Tuesday, March 15, 2011

My Great-Aunt: The Poison Dwarf

Legally a little person? Why yes, yes she is. Tiny flask of brandy hidden in the inner zip-pocket of her old lady purse? Yes, there is that too.

My Auntie Ann is the stuff of legends. My dad affectionately refers to her as "The witch" and "The Poison Dwarf." She's rude, crude and unintentionally the funniest person I know.

When I went back to England after not having been back for ten years, my family and I went to this classy joint called "The Tartar Frigate" on the sun-shiney coast of Broadstairs, Kent. My Aunt was in the middle of a story--which ended with, "And then I found myself hiding in the bushes from Judy, (her sister) and I had to come out because I wet my knickers..." Reading this, you might think, "well that's a pretty normal childhood tale," but Auntie Ann was recalling an event that happened the week before this dinner. For me, and everyone that knows her, this type of story is pretty ordinary.
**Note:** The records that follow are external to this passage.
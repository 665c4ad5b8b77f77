"""The tolerated level from each draw's own limit, as bisection finds it."""

from __future__ import annotations

from dataclasses import dataclass
from math import inf

import numpy as np
from numpy.typing import NDArray

from rigbench.arm.arm import Floats
from rigbench.scores.intervals import quantile_interval
from rigbench.scores.results import Tolerated

__all__ = ["FoundLevel", "OwnLimits", "own_limits", "tolerated_of_limits"]


@dataclass(frozen=True, eq=False)
class OwnLimits:
    """Between which levels each of n draws stops keeping the tolerance.

    ``low`` (n,) is the largest level shown to keep below the first miss, -inf if not even the lowest run
    does; ``high`` (n,) the smallest that misses, inf if none does. ``keeps_again`` (n,) marks draws that keep
    at a level above one that misses: their limit is the first miss all the same.
    """

    low: Floats
    high: Floats
    keeps_again: NDArray[np.bool_]


@dataclass(frozen=True)
class FoundLevel:
    """The tolerated level over ``draws``, of which so many miss nowhere and so many keep again.

    ``left_open``: so many were left with a wider bracket than was asked for.
    """

    tolerated: Tolerated
    draws: int
    never_miss: int
    keep_again: int
    left_open: int = 0


def own_limits(levels: Floats, kept: NDArray[np.bool_]) -> OwnLimits:
    """Return each draw's bracket from the ``levels`` (n, K) run and whether it ``kept`` there (n, K).

    In any order; a NaN level was not run. A draw without any level has the bracket (-inf, inf).
    """
    run = ~np.isnan(levels)
    high = np.min(np.where(run & ~kept, levels, inf), axis=1, initial=inf)
    passed = np.where(run & kept, levels, -inf)
    low = np.max(np.where(passed < high[:, None], passed, -inf), axis=1, initial=-inf)
    return OwnLimits(low, high, np.any(passed > high[:, None], axis=1))


def tolerated_of_limits(limits: OwnLimits, required_share: float) -> FoundLevel:
    """Return the tolerated level of a law from its draws' own limits.

    The tolerated level is the largest up to which the required share p of the draws keep: the quantile of
    the limits at 1 - p. Its interval is the order-statistic one at 95 % with the conservative end of each
    bracket: ``low`` by the brackets' low ends (0 if the draws are too few to show any, or show none),
    ``high`` by their high ends (inf where the draws that miss are too few to show one). It agrees with the
    pass share's verdict: at ``low`` the Wilson interval reaches p, at ``high`` it lies below. ``value`` is
    the middle of the bracket of the quantile, never outside low and high; None where that bracket has no
    end, or without a draw. All are 0 where the required share misses at level 0 itself.
    """
    n = len(limits.low)
    if n == 0:
        return FoundLevel(Tolerated(None, 0.0, inf), 0, 0, 0)
    # The quantile at 1 - p from below is the one at p of the negated limits, whose ends are turned about.
    least, _, low = (-end for end in quantile_interval(-limits.low, required_share, least=-inf))
    most, high, _ = (-end for end in quantile_interval(-limits.high, required_share, least=-inf))
    low, high = max(low, 0.0), max(high, 0.0)
    middle = (max(least, 0.0) + max(most, 0.0)) / 2.0
    value = None if most == inf else min(max(middle, low), high)
    counts = (int(np.sum(limits.high == inf)), int(np.sum(limits.keeps_again)))
    return FoundLevel(Tolerated(value, low, high), n, *counts)
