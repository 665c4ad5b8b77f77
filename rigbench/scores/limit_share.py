"""How much of its limits a run uses up: the largest of its scores over their limits."""

from __future__ import annotations

import math
from collections.abc import Mapping
from dataclasses import dataclass

from rigbench.scores.row import MACHINE_OUTCOMES, Row

__all__ = ["LimitShare", "limit_share"]


@dataclass(frozen=True)
class LimitShare:
    """``share`` of a limit that is used up: above 1 where the run misses the tolerance.

    ``score`` is that with the largest share and ``value`` what it came to. Of a run that did not finish the
    share and the value are inf, and the score is ''.
    """

    share: float
    score: str
    value: float


def limit_share(row: Row, limits: Mapping[str, float]) -> LimitShare | None:
    """Return how much of ``limits`` ('at most', by score) a run uses up; None where it has no verdict.

    A score above a limit of 0 has the share inf. Scores that the motion does not have are left out; 0 where
    it has none of them.
    """
    if row.outcome not in MACHINE_OUTCOMES:
        return None
    if row.outcome != "finished":
        return LimitShare(math.inf, "", math.inf)
    shares = [
        LimitShare(_share(row.scores[score], most), score, row.scores[score])
        for score, most in limits.items()
        if score in row.scores
    ]
    return max(shares, key=lambda each: each.share, default=LimitShare(0.0, "", 0.0))


def _share(value: float, most: float) -> float:
    if most == 0.0:
        return math.inf if value > 0.0 else 0.0
    return value / most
The waiter comes over, and Ann finds him attractive,

"Oooooh! He's quite dishie innie?" She practically screams, but she most likely thought she was being
 discreet.

"Shh! Auntie Ann! He can hear you!" I whimper, as the waiter looks back at us with a look on his face that resembles that of a new father changing his baby's first shitty diaper. My uncle Hadley, Ann's husband, has taken to just completely ignoring her at this stage of their relationship, and this is perhaps why the marriage has lasted so long.

"Thank Christ I remembered my teeth!" She winks at me, and I shudder as memories of her chasing me around as a child flood back--She's missing two teeth on the upper right side of her mouth, and she used to take out her disgusting retainer (fitted with two fake teeth on it) and chase me around with the gaping mouth-hole exposed.
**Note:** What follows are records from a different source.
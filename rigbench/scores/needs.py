"""What the study ``needs`` shows: which sources must be known, and how well."""

from __future__ import annotations

from collections.abc import Iterable, Mapping, Sequence
from dataclasses import dataclass
from typing import Literal

import numpy as np
from numpy.typing import NDArray

from rigbench.arm.arm import Floats
from rigbench.scores.limit_search import LADDER, Known, next_probes
from rigbench.scores.needs_design import TOGETHER, A, B, Group, NeedsDesign, Subject, alone, swapped
from rigbench.scores.own_limits import FoundLevel, own_limits, tolerated_of_limits
from rigbench.scores.results import Tolerance
from rigbench.scores.row import MACHINE_OUTCOMES, Row
from rigbench.scores.variance_shares import variance_shares
from rigbench.scores.verdict import keeps

__all__ = ["Alone", "LawNeeds", "SourceNeed", "needs_of", "rung_of"]

Interval = tuple[float, float, float]
"""Value, low and high."""


@dataclass(frozen=True)
class Alone:
    """What level is tolerated: ``found`` over the draws that count; ``dropped`` of the others, the host's."""

    found: FoundLevel
    dropped: int
    finished: bool


@dataclass(frozen=True)
class SourceNeed:
    """A group: its first-order and total share of the score's variance, and the level it may have alone."""

    group: Group
    first: Interval
    total: Interval
    alone: Alone


@dataclass(frozen=True)
class LawNeeds:
    """A law in a sheet: its groups, what to identify first standing first.

    ``points`` of the ``planned`` rows of the design count towards the shares, ``dropped`` came to nothing on
    the host, the rest is yet to be run; ``scale`` says of what the shares are: of the 'score', or of its
    'rank' where any of the ``unfinished`` runs has an infinite one. ``together``: the level tolerated
    where all act.
    """

    sheet: str
    law: str
    sources: tuple[SourceNeed, ...]
    together: Alone
    points: int
    planned: int
    dropped: int
    unfinished: int
    missing: int  # runs of the design that are not stored
    scale: Literal["score", "rank"]

    @property
    def finished(self) -> bool:
        """Whether all runs that it takes are stored."""
        return not self.missing and all(a.finished for a in (self.together, *(s.alone for s in self.sources)))


def rung_of(level: float, middle: float) -> int:
    """Return the number of the rung of LADDER, with ``middle`` as its middle, that ``level`` is."""
    return int(np.argmin(np.abs(np.array(LADDER) * middle - level)))


def needs_of(
    design: NeedsDesign, rows: Iterable[Row], tolerance: Tolerance, seed: int = 0
) -> tuple[LawNeeds, ...]:
    """Return what the stored ``rows`` of the study show, law by law and sheet by sheet.

    Shares: :func:`variance_shares` of the score in the worst motion of each point; a point with a run
    that did not finish is infinite, one with the host's trouble is dropped together with its row. Tolerated
    levels: :func:`tolerated_of_limits` over the draws of each search; a draw that was not asked may
    have any limit. ``seed`` is that of the bootstrap.

    The order is that of the total shares in whole percent, the largest first; among equals the group comes
    first that tolerates least alone.
    """
    sorted_rows: dict[tuple[str, str], dict[str, list[Row]]] = {}
    for row in rows:
        sorted_rows.setdefault((row.sheet, row.law), {}).setdefault(row.condition, []).append(row)
    return tuple(
        _law_needs(design, subject, sorted_rows.get((subject.sheet, subject.law), {}), tolerance, seed)
        for subject in design.subjects
    )


def _law_needs(
    design: NeedsDesign,
    subject: Subject,
    by_condition: Mapping[str, list[Row]],
    tolerance: Tolerance,
    seed: int,
) -> LawNeeds:
    pages = [by_condition.get(name, []) for name in (A, B, *(swapped(g.name) for g in subject.groups))]
    table = np.array([_worst(page, design.score, design.points, len(subject.motions)) for page in pages])
    shares = variance_shares(table[0], table[1], table[2:], seed)
    searches = {
        name: _alone(design, by_condition.get(name, []), len(subject.motions), tolerance)
        for name in (TOGETHER, *(alone(group.name) for group in subject.groups))
    }
    sources = [
        SourceNeed(group, _interval(shares.first[k]), _interval(shares.total[k]), searches[alone(group.name)])
        for k, group in enumerate(subject.groups)
    ]
    stored = [row for page in pages for row in page]
    troubled = {row.draw for row in stored if row.outcome not in MACHINE_OUTCOMES}
    return LawNeeds(
        sheet=subject.sheet,
        law=subject.law,
        sources=tuple(sorted(sources, key=_order)),
        together=searches[TOGETHER],
        points=shares.points,
        planned=design.points,
        dropped=len(troubled),
        unfinished=sum(row.outcome in MACHINE_OUTCOMES and row.outcome != "finished" for row in stored),
        missing=design.points * subject.runs_per_point() - len(stored),
        scale=shares.scale,
    )


def _order(need: SourceNeed) -> tuple[float, float]:
    total = need.total[0]
    return np.inf if np.isnan(total) else -round(100 * total), need.alone.found.tolerated.low


def _interval(ends: Floats) -> Interval:
    value, low, high = ends.tolist()
    return value, low, high


def _worst(rows: Sequence[Row], score: str, points: int, motions: int) -> Floats:
    """Return the score of each point in its worst motion (points,); NaN where a run is missing."""
    worst, seen = np.full(points, -np.inf), np.zeros(points, dtype=int)
    for row in rows:
        if row.draw is None or row.outcome not in MACHINE_OUTCOMES:
            continue
        seen[row.draw] += 1
        value = row.scores.get(score, -np.inf) if row.outcome == "finished" else np.inf
        worst[row.draw] = max(worst[row.draw], value)
    return np.where((seen == motions) & (worst > -np.inf), worst, np.nan)


def _alone(design: NeedsDesign, rows: Sequence[Row], motions: int, tolerance: Tolerance) -> Alone:
    """Return what the rows of one search show."""
    at: dict[tuple[int, float], list[Row]] = {}
    for row in rows:
        if row.draw is not None and row.level is not None:
            at.setdefault((row.draw, row.level), []).append(row)
    levels = np.full((design.draws, len(LADDER)), np.nan)
    kept = np.zeros(levels.shape, dtype=np.bool_)
    known: dict[int, dict[int, bool | None]] = {}
    for (draw, level), own in at.items():
        if len(own) == motions:
            rung = rung_of(level, design.level)
            verdict = known.setdefault(draw, {})[rung] = keeps(own, tolerance)
            levels[draw, rung], kept[draw, rung] = level, bool(verdict)
    counting = _counting(known, design.draws)
    found = tolerated_of_limits(own_limits(levels[counting], kept[counting]), design.required_share)
    finished = not next_probes(known, design.draws, design.lowest)
    return Alone(found, int(np.sum(~counting)), finished)


def _counting(known: Known, draws: int) -> NDArray[np.bool_]:
    """Return which draws met no trouble of the host."""
    return np.array([None not in known.get(draw, {}).values() for draw in range(draws)], dtype=np.bool_)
By the middle of dinner, the waiter has adopted avoiding Auntie Ann like a sorority girl avoids carbohydrates, so she naturally reverts to perversion, a classic strategy of hers when things are going too normally,

"I'm telling you, all Jude (her sister Judy) needs is a bit more of the ol' Rumpy Dumpy." Ann queries loudly, with her wrinkly, freckled, sausage finger in the air. Judy, like Anne, is in her late 70s, and "Rumpy Dumpy" means sex. I coughed on a brussel sprout, and begged my mom to ask for the check. At this stage in my life, I hadn't quite learned how to just sit back and enjoy the show that is Auntie Ann.

I recently went back to England for my college graduation present, and during this trip my Aunt didn't disappoint when it came to being just as crude and perverse as I remember, but more on that later.